CS 203 (2021 Fall) Assignment #4

Student ID #:

Name:

Who else you discussed with when finishing the assignment:
(While you may have your partner do all the work, this will only hurt you when the midterm and final come around so don't do it.)

\* For your answer to each question, please clearly specify what formula you use to solve the problem before replacing each term with numbers.

\* Please show your work as detailed as possible.

\* We refuse to give credits for answers with only final results even they are correct.

1. ﻿Consider the following RISC-V instructions:

Loop: LD F1,0(X3)
 ADD.D F2,F1,F4
 MUL.D F1,F2,F6
 ADD.D F1,F1,F5
 ADD.D F7,F7,F1
 ADDI X12,X12,-1
 BNEZ X12,Loop
 ADDI X16,X16,4
 LD X3,0(X16)
Assume the initial value of X12 is 2. Please answer the following question.
	1. Assuming that you are given a processor using Tomasulo algorithm for instruction scheduling. The execution time and reservation stations for each functional unit is listed as below:

|  |  |  |
| --- | --- | --- |
| Functional units | Execution time | Reservation Stations |
| INT ALU | 1 |  |
| FP ADD | 2 |  |
| FP MUL | 3 |  |
| Memory Access | 1 | 4 for Address Calculation, 3 for loads, 3 for stores |
| Branch | 1 |  |

Please draw the pipeline diagram according to the Tomasulo handout http://cseweb.ucsd.edu/classes/wi10/cse240a/Slides/tomasulo.pdf
for the given code.

* 1. Assuming that you are using an Alpha 21264-Like processor (i.e. register renaming) that is very similar to a real Alpha 21264 except the processor has the same function unit execution time and branch predictor as the previous problem. Please draw the pipeline diagram for the given code. (You may assume the processor has the same number of functional units as the previous problem. Ignore the functional unit cluster problem and assume there are bypass paths for memory and ALU operations).
	2. Assuming R2 is very large, which of the above performs better and why?
1. Consider the following three CPU organizations:
I. CPU CMP: 2-core superscalar processor with out-of-order issue capabilities. Each core has two functional units.

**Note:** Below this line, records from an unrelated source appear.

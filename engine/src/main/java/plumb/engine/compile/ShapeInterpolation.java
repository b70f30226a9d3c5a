package plumb.engine.compile;

/**
 * Shape terms of docs/model-format.md. Every shape term of one bin is written as
 * Δ(θ) = S·θ + A·P(θ) with per-bin coefficients S = (u − d)/2 and A = (u + d − 2n)/16, and one
 * function P of the parameter shared by all bins:
 * <ul>
 *   <li>smooth: P = θ²(15 − 10θ² + 3θ⁴) for |θ| &lt; 1 and 8|θ| beyond, which is the format page's
 *       closed form inside and the linear branches outside (S + 8A = u − n, S − 8A = n − d);</li>
 *   <li>linear: P = 8|θ|.</li>
 * </ul>
 * So a likelihood evaluation computes P, P′, P″ once per term, and each bin costs two
 * multiply-adds.
 */
public final class ShapeInterpolation {

    public static final int LINEAR = 0;
    public static final int SMOOTH = 1;

    private ShapeInterpolation() {
    }

    /** Writes P(θ), P′(θ), P″(θ) into {@code out[0..2]}. */
    public static void evaluate(int mode, double theta, double[] out) {
        if (mode == SMOOTH && theta < 1 && theta > -1) {
            double t2 = theta * theta;
            out[0] = t2 * (15 - 10 * t2 + 3 * t2 * t2);
            out[1] = theta * (30 - 40 * t2 + 18 * t2 * t2);
            out[2] = 30 - 120 * t2 + 90 * t2 * t2;
        } else {
            // The kink of linear interpolation at θ = 0 takes the right-hand slope.
            double sign = theta >= 0 ? 1 : -1;
            out[0] = 8 * sign * theta;
            out[1] = 8 * sign;
            out[2] = 0;
        }
    }
}
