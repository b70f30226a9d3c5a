package plumb.engine.inference;

import plumb.engine.compile.CompiledModel;
import plumb.engine.compile.ModelVariants;
import plumb.engine.likelihood.DataSet;

import java.util.ArrayList;
import java.util.Arrays;
import java.util.Comparator;
import java.util.List;
import java.util.function.IntConsumer;
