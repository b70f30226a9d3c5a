package plumb.engine.compile;

import plumb.engine.model.ParameterKind;

import java.util.List;
import java.util.Map;

/**
 * A model compiled to flat primitive arrays, read by the likelihood's hot loops. Built by
 * {@link ModelCompiler}; never modified afterwards (the arrays are public for speed and must be
 * treated as read-only).
 *
 * <p>Parameters are indexed 0 .. {@link #nAll}−1: first the {@link #nParams} model parameters in
 * order of first appearance in the file, then the {@link #nGamma} MC-statistics parameters γ in
 * channel and bin order. Bins are indexed globally: channel c owns bins
 * {@code channelBinStart[c] .. channelBinStart[c+1]−1}. Per (sample, bin) entries are stored
 * from {@code sampleEntryStart[s]}, one per bin of the sample's channel.
 */
public final class CompiledModel implements java.io.Serializable {

    private static final long serialVersionUID = 1L;


    // ---- model ----
    public final String name;
    /** Index of the parameter of interest, or −1 when the model names none. */
    public final int poi;
    public final Map<String, Object> labels;

    // ---- parameters (length nAll unless said otherwise) ----
    public final int nParams;
    public final int nGamma;
    public final int nAll;
    public final String[] parameterNames;
    public final ParameterKind[] kind;
    /** Nominal and initial values. */
    public final double[] nominal;
    public final double[] lower;
    public final double[] upper;
    public final boolean[] fixed;
    /** {@link ConstraintType} code per parameter. */
    public final int[] constraintType;
    /** Gaussian: centre of the constraint (the nominal auxiliary value); Poisson: the auxiliary count m. */
    public final double[] auxNominal;
    /** Gaussian width w. */
    public final double[] width;
    /** Poisson τ. */
    public final double[] tau;
    /** Gaussian width, or r of a Poisson constraint, or NaN for a free parameter. */
    public final double[] prefitWidth;
    /**
     * Parameters (length nParams) with a kink at θ = 0: a {@code linear} norm or shape term, or an
     * {@code exponential} norm term with κu·κd ≠ 1. The fitter treats each side as a smooth piece.
     */
    public final boolean[] kinked;
    /**
     * Parameters (length nParams) with a one-sided norm or shape term: up and down on the same side
     * of nominal in some bin, under any interpolation. Such a term turns back inside the range
     * (a turning point under smooth interpolation, a ridge at θ = 0 under linear or exponential),
     * so −ln L can have a minimum on each side; the fitter looks on the other side
     * ({@code OtherSideSearch}).
     */
    public final boolean[] oneSided;
    /** Global bin of each γ (length nGamma). */
    public final int[] gammaBin;
    /** γ index of each global bin, or −1 (length nBins). */
    public final int[] binGamma;

    // ---- channels ----
    public final int nChannels;
    public final int nBins;
    public final String[] channelNames;
    public final String[] observables;
    /** Bin edges per channel, or null. */
    public final double[][] edges;
    /** Observed counts per channel, or null for a blinded channel. */
    public final double[][] observed;
    /** Length nChannels + 1. */
    public final int[] channelBinStart;
    /** Sorted global indices (&lt; nParams) of the parameters acting on each channel. */
    public final int[][] channelParams;

    // ---- samples ----
    public final int nSamples;
    public final String[] sampleNames;
    public final int[] sampleChannel;
    /** Whether the sample takes part in the MC-statistics term. */
    public final boolean[] sampleMcStat;
    /** Length nSamples + 1; entries of sample s start here. */
    public final int[] sampleEntryStart;
    /** Nominal yield per entry. */
    public final double[] nominalYield;

    // ---- multiplicative terms (norm parts and factors) ----
    /** Length nSamples + 1. */
    public final int[] sampleMulStart;
    public final int[] mulParam;
    /** Index of the term's parameter within its channel's {@link #channelParams}. */
    public final int[] mulLocal;
    /** {@link NormInterpolation#COEFFS} coefficients per term. */
    public final double[] mulCoeffs;

    // ---- shape terms ----
    /** Length nSamples + 1. */
    public final int[] sampleShapeStart;
    public final int[] shapeParam;
    public final int[] shapeLocal;
    /** {@link ShapeInterpolation} mode per term. */
    public final int[] shapeMode;
    /** Per term, offset of its per-bin coefficients in {@link #shapeS} and {@link #shapeA}. */
    public final int[] shapeCoeffStart;
    public final double[] shapeS;
    public final double[] shapeA;

    // ---- bookkeeping for people ----
    public final String[] groupNames;
    /** Parameter indices of each group. */
    public final int[][] groupMembers;
    /** Variations dropped by {@code options.pruneBelow}, one line each. */
    public final List<String> pruned;
    /** Warnings for the analyst (one-sided or over-100 % variations, ...). */
    public final List<String> warnings;

    CompiledModel(Builder b) {
        name = b.name;
        poi = b.poi;
        labels = b.labels;
        nParams = b.nParams;
        nGamma = b.nGamma;
        nAll = nParams + nGamma;
        parameterNames = b.parameterNames;
        kind = b.kind;
        nominal = b.nominal;
        lower = b.lower;
        upper = b.upper;
        fixed = b.fixed;
        constraintType = b.constraintType;
        auxNominal = b.auxNominal;
        width = b.width;
        tau = b.tau;
        prefitWidth = b.prefitWidth;
        gammaBin = b.gammaBin;
        kinked = b.kinked;
        oneSided = b.oneSided;
        binGamma = b.binGamma;
        nChannels = b.channelNames.length;
        channelNames = b.channelNames;
        observables = b.observables;
        edges = b.edges;
        observed = b.observed;
        channelBinStart = b.channelBinStart;
        nBins = channelBinStart[nChannels];
        channelParams = b.channelParams;
        nSamples = b.sampleNames.length;
        sampleNames = b.sampleNames;
        sampleChannel = b.sampleChannel;
        sampleMcStat = b.sampleMcStat;
        sampleEntryStart = b.sampleEntryStart;
        nominalYield = b.nominalYield;
        sampleMulStart = b.sampleMulStart;
        mulParam = b.mulParam;
        mulLocal = b.mulLocal;
        mulCoeffs = b.mulCoeffs;
        sampleShapeStart = b.sampleShapeStart;
        shapeParam = b.shapeParam;
        shapeLocal = b.shapeLocal;
        shapeMode = b.shapeMode;
        shapeCoeffStart = b.shapeCoeffStart;
        shapeS = b.shapeS;
        shapeA = b.shapeA;
        groupNames = b.groupNames;
        groupMembers = b.groupMembers;
        pruned = List.copyOf(b.pruned);
        warnings = List.copyOf(b.warnings);
    }

    /** Index of the named parameter (γ included), or −1. */
    public int indexOf(String parameterName) {
        for (int i = 0; i < nAll; i++) if (parameterNames[i].equals(parameterName)) return i;
        return -1;
    }

    /** Index of the named channel, or −1. */
    public int channelIndex(String channelName) {
        for (int c = 0; c < nChannels; c++) if (channelNames[c].equals(channelName)) return c;
        return -1;
    }

    /** Number of bins of channel c. */
    public int bins(int c) {
        return channelBinStart[c + 1] - channelBinStart[c];
    }

    /** Whether any channel is blinded (has no observed counts). */
    public boolean anyBlinded() {
        for (double[] o : observed) if (o == null) return true;
        return false;
    }

    /** Whether any parameter has a one-sided term ({@link #oneSided}): −ln L may have several minima. */
    public boolean anyOneSided() {
        for (boolean b : oneSided) if (b) return true;
        return false;
    }

    /** Whether the parameter has a constraint term (a nuisance parameter in the narrow sense). */
    public boolean constrained(int i) {
        return constraintType[i] != ConstraintType.NONE;
    }

    /** Number of (sample, bin, variation) entries the likelihood walks: the benchmarks' unit of cost. */
    public long entries() {
        long n = 0;
        for (int s = 0; s < nSamples; s++) {
            int bins = sampleEntryStart[s + 1] - sampleEntryStart[s];
            int terms = sampleMulStart[s + 1] - sampleMulStart[s] + sampleShapeStart[s + 1] - sampleShapeStart[s];
            n += (long) bins * Math.max(1, terms);
        }
        return n;
    }

    /** A builder holding this model's arrays (shared, not copied): the start of a what-if variant. */
    Builder toBuilder() {
        Builder b = new Builder();
        b.name = name;
        b.poi = poi;
        b.labels = labels;
        b.nParams = nParams;
        b.nGamma = nGamma;
        b.parameterNames = parameterNames;
        b.kind = kind;
        b.nominal = nominal;
        b.lower = lower;
        b.upper = upper;
        b.auxNominal = auxNominal;
        b.width = width;
        b.tau = tau;
        b.prefitWidth = prefitWidth;
        b.fixed = fixed;
        b.kinked = kinked;
        b.oneSided = oneSided;
        b.constraintType = constraintType;
        b.gammaBin = gammaBin;
        b.binGamma = binGamma;
        b.channelNames = channelNames;
        b.observables = observables;
        b.edges = edges;
        b.observed = observed;
        b.channelBinStart = channelBinStart;
        b.channelParams = channelParams;
        b.sampleNames = sampleNames;
        b.sampleChannel = sampleChannel;
        b.sampleEntryStart = sampleEntryStart;
        b.sampleMcStat = sampleMcStat;
        b.nominalYield = nominalYield;
        b.sampleMulStart = sampleMulStart;
        b.mulParam = mulParam;
        b.mulLocal = mulLocal;
        b.mulCoeffs = mulCoeffs;
        b.sampleShapeStart = sampleShapeStart;
        b.shapeParam = shapeParam;
        b.shapeLocal = shapeLocal;
        b.shapeMode = shapeMode;
        b.shapeCoeffStart = shapeCoeffStart;
        b.shapeS = shapeS;
        b.shapeA = shapeA;
        b.groupNames = groupNames;
        b.groupMembers = groupMembers;
        b.pruned = pruned;
        b.warnings = warnings;
        return b;
    }

    /** Mutable holder the compiler fills; keeps the constructor readable. */
    static final class Builder {
        String name;
        int poi = -1;
        Map<String, Object> labels;
        int nParams;
        int nGamma;
        String[] parameterNames;
        ParameterKind[] kind;
        double[] nominal, lower, upper, auxNominal, width, tau, prefitWidth;
        boolean[] fixed, kinked, oneSided;
        int[] constraintType, gammaBin, binGamma;
        String[] channelNames, observables;
        double[][] edges, observed;
        int[] channelBinStart;
        int[][] channelParams;
        String[] sampleNames;
        int[] sampleChannel, sampleEntryStart;
        boolean[] sampleMcStat;
        double[] nominalYield;
        int[] sampleMulStart, mulParam, mulLocal;
        double[] mulCoeffs;
        int[] sampleShapeStart, shapeParam, shapeLocal, shapeMode, shapeCoeffStart;
        double[] shapeS, shapeA;
        String[] groupNames;
        int[][] groupMembers;
        List<String> pruned;
        List<String> warnings;
    }
}
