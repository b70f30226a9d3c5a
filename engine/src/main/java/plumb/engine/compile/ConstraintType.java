package plumb.engine.compile;

/** Integer codes of constraint terms, stored in {@link CompiledModel#constraintType}. */
public final class ConstraintType {
    public static final int NONE = 0;
    public static final int GAUSSIAN = 1;
    public static final int POISSON = 2;

    private ConstraintType() {
    }
}
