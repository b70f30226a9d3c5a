package plumb.engine.compile;

/**
 * What-if variants of a compiled model, for sensitivity studies and projections: the same model
 * with its expected yields scaled (more integrated luminosity) or with the pre-fit widths of some
 * constraints scaled. Arrays that do not change are shared with the original (both are read-only).
 */
public final class ModelVariants {

    private ModelVariants() {
    }

    /**
     * Every expected yield times {@code factor}: nominal yields and both shape coefficients (a
     * shape term is an absolute yield change, so it scales with the yield), and the observed
     * counts. Norm terms and factors are relative and stay; so do the MC-statistics widths δ_b,
     * which are relative errors of the simulation.
     */
    public static CompiledModel yieldsScaled(CompiledModel m, double factor) {
        if (!(factor > 0 && Double.isFinite(factor))) throw new IllegalArgumentException("yield factor " + factor);
        CompiledModel.Builder b = m.toBuilder();
        b.nominalYield = times(m.nominalYield, factor);
        b.shapeS = times(m.shapeS, factor);
        b.shapeA = times(m.shapeA, factor);
        double[][] observed = new double[m.nChannels][];
        for (int c = 0; c < m.nChannels; c++) observed[c] = m.observed[c] == null ? null : times(m.observed[c], factor);
        b.observed = observed;
        return new CompiledModel(b);
    }

    /**
     * The constraints of {@code params} (indices &lt; nAll) with their pre-fit width times
     * {@code factor}: a Gaussian's width w becomes factor·w; a Poisson term's relative width r
     * becomes factor·r, i.e. τ becomes τ/factor² and its nominal auxiliary count m = τ follows.
     * Free parameters are left as they are.
     */
    public static CompiledModel constraintsScaled(CompiledModel m, int[] params, double factor) {
        if (!(factor > 0 && Double.isFinite(factor))) throw new IllegalArgumentException("width factor " + factor);
        CompiledModel.Builder b = m.toBuilder();
        b.width = m.width.clone();
        b.tau = m.tau.clone();
        b.prefitWidth = m.prefitWidth.clone();
        b.auxNominal = m.auxNominal.clone();
        for (int i : params) {
            if (m.constraintType[i] == ConstraintType.GAUSSIAN) {
                b.width[i] *= factor;
                b.prefitWidth[i] *= factor;
            } else if (m.constraintType[i] == ConstraintType.POISSON) {
                b.tau[i] /= factor * factor;
                b.prefitWidth[i] *= factor;
                b.auxNominal[i] = b.tau[i] * m.auxNominal[i] / m.tau[i];
            }
        }
        return new CompiledModel(b);
    }

    private static double[] times(double[] a, double f) {
        double[] out = new double[a.length];
        for (int i = 0; i < a.length; i++) out[i] = a[i] * f;
        return out;
    }
}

Only a single thread can run on each core at a time.
II. CPU FMT: A fine-grained multithreaded processor that allows instructions from two threads to be run concurrently on the two functional units, though only instructions from a single thread can be issued to run on any cycle.
III.CPU SMT: An SMT processor that allows instructions from two threads to be run concurrently on the two functional units, and instructions from either or both threads can be issued to run on any cycle.
Assume we have two threads A and B to run on these CPUs that include the following operations:

|  |  |
| --- | --- |
| Thread A | Thread B |
| A1: takes 2 cycle to execute A2: depends on the result of A1 A3: conflicts for a functional unit with A2 (They must use the same one) A4: depends on the result of A2 | B1: no dependencies B2: conflicts for a functional unit with B1 (They must use the same one) B3: no dependencies B4: depends on the result of B2 |

1. How many cycles will it take to execute these two threads on each of the above three processors?
2. How many issue slots are wasted due to hazards? (You may assume these processors have full capability of eliminating false dependencies and all the instructions are already in instruction queues. If not specified, the instruction will take one cycle to execute)
3. A simulation study shows that the average branch misprediction rate of selected SPEC92 benchmarks nearly doubles from 5% to 9.1% while going from 1 thread to 8 threads in an SMT processor. However, the wrong-path instructions fetched drops from 24% on a single-threaded processor to 7% on an 8-thread SMT processor.
	1. Please give the reason why the branch misprediction rate increases.
	2. Why is the number of fetched wrong-path instructions decreases? (Hint: This is related to the scheduling of instructions) Another simulation study for online transaction-processing workload, OLTP, shows a decrease in instruction cache miss rate from 14% to 9%.
	3. When is such a decrease, called constructive cache interference, likely to happen?
4. Assume that you are running the following code segment on a symmetric multicore processor, where the initial values of both x and y are 0.

|  |  |
| --- | --- |
| Core 1 | Core 2 |
| x = 2; w= x+y+1; | y=2;z=x+y; |

* 1. Please list all the possible resulting values of w, x, y, z. For each possible outcome, explain how we might arrive at those values. You may need to examine all possible interleaving of instructions. (If you feel that there are too many possibilities, you may assume the cache is coherent.)
	2. If you wanted to make the system sequentially consistent, what are the key constrains you need to impose?
	3. Assume the processor supports "relaxed memory consistency" model, which requires synchronization to be explicitly identified. To achieve "relaxed memory consistency" model, the processor provides a "barrier" instruction, which ensures that all memory operation preceding the barrier instruction complete before any memory operations following the barrier are allowed to begin. Where would you include the barrier instructions in the above code segment to get the result as x = 2, y = 2, w = 5, and z = 4?